■ **Exercise brief**
The records below must be duplicated exactly, character for character.

[Stored data]
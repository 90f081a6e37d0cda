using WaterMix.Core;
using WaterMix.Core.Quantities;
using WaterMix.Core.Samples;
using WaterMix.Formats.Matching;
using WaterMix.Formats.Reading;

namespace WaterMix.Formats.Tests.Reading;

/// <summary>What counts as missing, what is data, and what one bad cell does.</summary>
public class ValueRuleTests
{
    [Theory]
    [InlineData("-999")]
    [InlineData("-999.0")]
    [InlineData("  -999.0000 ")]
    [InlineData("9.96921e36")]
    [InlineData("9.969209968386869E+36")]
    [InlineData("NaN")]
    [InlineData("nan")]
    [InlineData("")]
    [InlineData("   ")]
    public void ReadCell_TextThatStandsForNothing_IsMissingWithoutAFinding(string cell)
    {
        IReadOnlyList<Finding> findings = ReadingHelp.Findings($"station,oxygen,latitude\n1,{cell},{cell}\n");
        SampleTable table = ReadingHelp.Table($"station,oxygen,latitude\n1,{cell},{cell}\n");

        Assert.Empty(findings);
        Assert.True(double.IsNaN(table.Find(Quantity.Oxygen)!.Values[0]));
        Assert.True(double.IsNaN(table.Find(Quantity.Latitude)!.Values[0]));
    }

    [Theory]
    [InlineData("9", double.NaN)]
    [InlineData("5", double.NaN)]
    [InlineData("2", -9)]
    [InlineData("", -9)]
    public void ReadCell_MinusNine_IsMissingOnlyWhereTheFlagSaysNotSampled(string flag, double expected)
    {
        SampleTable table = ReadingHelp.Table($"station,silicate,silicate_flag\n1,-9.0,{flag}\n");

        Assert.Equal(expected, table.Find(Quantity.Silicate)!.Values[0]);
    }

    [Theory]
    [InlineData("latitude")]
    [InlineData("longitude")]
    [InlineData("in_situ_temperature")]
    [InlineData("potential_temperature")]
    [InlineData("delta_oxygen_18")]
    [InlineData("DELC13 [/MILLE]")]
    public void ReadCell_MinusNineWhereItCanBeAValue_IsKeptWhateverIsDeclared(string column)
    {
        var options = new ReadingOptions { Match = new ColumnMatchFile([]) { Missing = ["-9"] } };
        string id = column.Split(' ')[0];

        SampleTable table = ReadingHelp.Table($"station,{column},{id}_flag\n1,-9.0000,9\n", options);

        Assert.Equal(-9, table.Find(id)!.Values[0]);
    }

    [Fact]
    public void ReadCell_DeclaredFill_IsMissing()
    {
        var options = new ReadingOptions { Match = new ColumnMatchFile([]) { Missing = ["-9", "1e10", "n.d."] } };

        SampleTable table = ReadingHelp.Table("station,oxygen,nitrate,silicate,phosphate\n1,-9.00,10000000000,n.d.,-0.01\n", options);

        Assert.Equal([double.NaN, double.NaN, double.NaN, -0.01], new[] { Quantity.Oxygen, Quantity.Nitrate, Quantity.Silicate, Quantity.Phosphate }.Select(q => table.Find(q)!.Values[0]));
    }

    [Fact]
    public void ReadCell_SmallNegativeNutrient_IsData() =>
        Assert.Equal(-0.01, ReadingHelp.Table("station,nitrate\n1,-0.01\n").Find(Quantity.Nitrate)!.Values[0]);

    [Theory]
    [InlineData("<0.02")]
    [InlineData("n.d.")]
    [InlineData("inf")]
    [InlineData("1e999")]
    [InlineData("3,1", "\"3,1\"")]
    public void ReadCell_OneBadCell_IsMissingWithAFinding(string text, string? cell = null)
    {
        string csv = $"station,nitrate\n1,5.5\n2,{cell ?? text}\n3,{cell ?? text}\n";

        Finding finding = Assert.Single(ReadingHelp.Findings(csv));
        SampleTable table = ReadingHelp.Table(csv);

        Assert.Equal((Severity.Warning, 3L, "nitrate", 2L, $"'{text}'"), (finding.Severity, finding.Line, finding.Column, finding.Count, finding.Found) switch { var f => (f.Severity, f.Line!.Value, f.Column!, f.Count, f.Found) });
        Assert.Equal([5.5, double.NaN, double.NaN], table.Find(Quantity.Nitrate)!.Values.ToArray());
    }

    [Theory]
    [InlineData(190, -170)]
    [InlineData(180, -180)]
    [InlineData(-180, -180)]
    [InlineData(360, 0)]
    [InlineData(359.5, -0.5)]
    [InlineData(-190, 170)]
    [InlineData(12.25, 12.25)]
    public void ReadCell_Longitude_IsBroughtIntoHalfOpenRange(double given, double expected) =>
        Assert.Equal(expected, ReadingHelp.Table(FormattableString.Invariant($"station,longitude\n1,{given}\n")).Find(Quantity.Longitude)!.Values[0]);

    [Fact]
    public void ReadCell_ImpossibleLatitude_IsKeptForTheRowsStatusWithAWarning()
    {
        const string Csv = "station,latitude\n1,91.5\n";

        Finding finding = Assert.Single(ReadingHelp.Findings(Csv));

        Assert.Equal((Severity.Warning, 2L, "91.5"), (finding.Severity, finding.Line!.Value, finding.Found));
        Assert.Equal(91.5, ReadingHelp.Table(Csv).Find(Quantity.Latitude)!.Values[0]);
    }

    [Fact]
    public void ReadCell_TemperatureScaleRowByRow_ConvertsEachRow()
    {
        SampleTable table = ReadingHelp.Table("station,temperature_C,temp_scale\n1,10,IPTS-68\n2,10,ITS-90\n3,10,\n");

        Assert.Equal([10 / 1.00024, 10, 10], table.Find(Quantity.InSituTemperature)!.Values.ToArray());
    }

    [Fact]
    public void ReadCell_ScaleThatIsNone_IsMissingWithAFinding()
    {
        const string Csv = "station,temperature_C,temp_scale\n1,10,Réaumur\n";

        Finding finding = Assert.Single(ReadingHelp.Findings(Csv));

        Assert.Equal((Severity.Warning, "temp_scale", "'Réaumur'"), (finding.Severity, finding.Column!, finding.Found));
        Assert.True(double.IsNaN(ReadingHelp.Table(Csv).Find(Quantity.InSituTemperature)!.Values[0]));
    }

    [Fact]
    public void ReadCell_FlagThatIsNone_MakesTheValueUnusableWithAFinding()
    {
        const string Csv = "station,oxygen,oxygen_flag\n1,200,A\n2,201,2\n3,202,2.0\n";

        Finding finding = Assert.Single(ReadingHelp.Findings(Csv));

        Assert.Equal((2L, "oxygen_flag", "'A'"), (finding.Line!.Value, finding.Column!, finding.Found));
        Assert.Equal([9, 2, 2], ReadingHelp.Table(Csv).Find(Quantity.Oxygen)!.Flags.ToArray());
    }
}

■ **Output for this exercise**
repository 90f081a6e37d0cda
using WaterMix.Core;
using WaterMix.Core.Quantities;
using WaterMix.Core.Samples;
using WaterMix.Formats.Matching;
using WaterMix.Formats.Reading;

namespace WaterMix.Formats.Tests.Reading;

/// <summary>What counts as missing, what is data, and what one bad cell does.</summary>
public class ValueRuleTests
{
    [Theory]
    [InlineData("-999")]
    [InlineData("-999.0")]
    [InlineData("  -999.0000 ")]
    [InlineData("9.96921e36")]
    [InlineData("9.969209968386869E+36")]
    [InlineData("NaN")]
    [InlineData("nan")]
    [InlineData("")]
    [InlineData("   ")]
    public void ReadCell_TextThatStandsForNothing_IsMissingWithoutAFinding(string cell)
    {
        IReadOnlyList<Finding> findings = ReadingHelp.Findings($"station,oxygen,latitude\n1,{cell},{cell}\n");
        SampleTable table = ReadingHelp.Table($"station,oxygen,latitude\n1,{cell},{cell}\n");

        Assert.Empty(findings);
        Assert.True(double.IsNaN(table.Find(Quantity.Oxygen)!.Values[0]));
        Assert.True(double.IsNaN(table.Find(Quantity.Latitude)!.Values[0]));
    }

    [Theory]
    [InlineData("9", double.NaN)]
    [InlineData("5", double.NaN)]
    [InlineData("2", -9)]
    [InlineData("", -9)]
    public void ReadCell_MinusNine_IsMissingOnlyWhereTheFlagSaysNotSampled(string flag, double expected)
    {
        SampleTable table = ReadingHelp.Table($"station,silicate,silicate_flag\n1,-9.0,{flag}\n");

        Assert.Equal(expected, table.Find(Quantity.Silicate)!.Values[0]);
    }

    [Theory]
    [InlineData("latitude")]
    [InlineData("longitude")]
    [InlineData("in_situ_temperature")]
    [InlineData("potential_temperature")]
    [InlineData("delta_oxygen_18")]
    [InlineData("DELC13 [/MILLE]")]
    public void ReadCell_MinusNineWhereItCanBeAValue_IsKeptWhateverIsDeclared(string column)
    {
        var options = new ReadingOptions { Match = new ColumnMatchFile([]) { Missing = ["-9"] } };
        string id = column.Split(' ')[0];

        SampleTable table = ReadingHelp.Table($"station,{column},{id}_flag\n1,-9.0000,9\n", options);

        Assert.Equal(-9, table.Find(id)!.Values[0]);
    }

    [Fact]
    public void ReadCell_DeclaredFill_IsMissing()
    {
        var options = new ReadingOptions { Match = new ColumnMatchFile([]) { Missing = ["-9", "1e10", "n.d."] } };

        SampleTable table = ReadingHelp.Table("station,oxygen,nitrate,silicate,phosphate\n1,-9.00,10000000000,n.d.,-0.01\n", options);

        Assert.Equal([double.NaN, double.NaN, double.NaN, -0.01], new[] { Quantity.Oxygen, Quantity.Nitrate, Quantity.Silicate, Quantity.Phosphate }.Select(q => table.Find(q)!.Values[0]));
    }

    [Fact]
    public void ReadCell_SmallNegativeNutrient_IsData() =>
        Assert.Equal(-0.01, ReadingHelp.Table("station,nitrate\n1,-0.01\n").Find(Quantity.Nitrate)!.Values[0]);

    [Theory]
    [InlineData("<0.02")]
    [InlineData("n.d.")]
    [InlineData("inf")]
    [InlineData("1e999")]
    [InlineData("3,1", "\"3,1\"")]
    public void ReadCell_OneBadCell_IsMissingWithAFinding(string text, string? cell = null)
    {
        string csv = $"station,nitrate\n1,5.5\n2,{cell ?? text}\n3,{cell ?? text}\n";

        Finding finding = Assert.Single(ReadingHelp.Findings(csv));
        SampleTable table = ReadingHelp.Table(csv);

        Assert.Equal((Severity.Warning, 3L, "nitrate", 2L, $"'{text}'"), (finding.Severity, finding.Line, finding.Column, finding.Count, finding.Found) switch { var f => (f.Severity, f.Line!.Value, f.Column!, f.Count, f.Found) });
        Assert.Equal([5.5, double.NaN, double.NaN], table.Find(Quantity.Nitrate)!.Values.ToArray());
    }

    [Theory]
    [InlineData(190, -170)]
    [InlineData(180, -180)]
    [InlineData(-180, -180)]
    [InlineData(360, 0)]
    [InlineData(359.5, -0.5)]
    [InlineData(-190, 170)]
    [InlineData(12.25, 12.25)]
    public void ReadCell_Longitude_IsBroughtIntoHalfOpenRange(double given, double expected) =>
        Assert.Equal(expected, ReadingHelp.Table(FormattableString.Invariant($"station,longitude\n1,{given}\n")).Find(Quantity.Longitude)!.Values[0]);

    [Fact]
    public void ReadCell_ImpossibleLatitude_IsKeptForTheRowsStatusWithAWarning()
    {
        const string Csv = "station,latitude\n1,91.5\n";

        Finding finding = Assert.Single(ReadingHelp.Findings(Csv));

        Assert.Equal((Severity.Warning, 2L, "91.5"), (finding.Severity, finding.Line!.Value, finding.Found));
        Assert.Equal(91.5, ReadingHelp.Table(Csv).Find(Quantity.Latitude)!.Values[0]);
    }

    [Fact]
    public void ReadCell_TemperatureScaleRowByRow_ConvertsEachRow()
    {
        SampleTable table = ReadingHelp.Table("station,temperature_C,temp_scale\n1,10,IPTS-68\n2,10,ITS-90\n3,10,\n");

        Assert.Equal([10 / 1.00024, 10, 10], table.Find(Quantity.InSituTemperature)!.Values.ToArray());
    }

    [Fact]
    public void ReadCell_ScaleThatIsNone_IsMissingWithAFinding()
    {
        const string Csv = "station,temperature_C,temp_scale\n1,10,Réaumur\n";

        Finding finding = Assert.Single(ReadingHelp.Findings(Csv));

        Assert.Equal((Severity.Warning, "temp_scale", "'Réaumur'"), (finding.Severity, finding.Column!, finding.Found));
        Assert.True(double.IsNaN(ReadingHelp.Table(Csv).Find(Quantity.InSituTemperature)!.Values[0]));
    }

    [Fact]
    public void ReadCell_FlagThatIsNone_MakesTheValueUnusableWithAFinding()
    {
        const string Csv = "station,oxygen,oxygen_flag\n1,200,A\n2,201,2\n3,202,2.0\n";

        Finding finding = Assert.Single(ReadingHelp.Findings(Csv));

        Assert.Equal((2L, "oxygen_flag", "'A'"), (finding.Line!.Value, finding.Column!, finding.Found));
        Assert.Equal([9, 2, 2], ReadingHelp.Table(Csv).Find(Quantity.Oxygen)!.Flags.ToArray());
    }
}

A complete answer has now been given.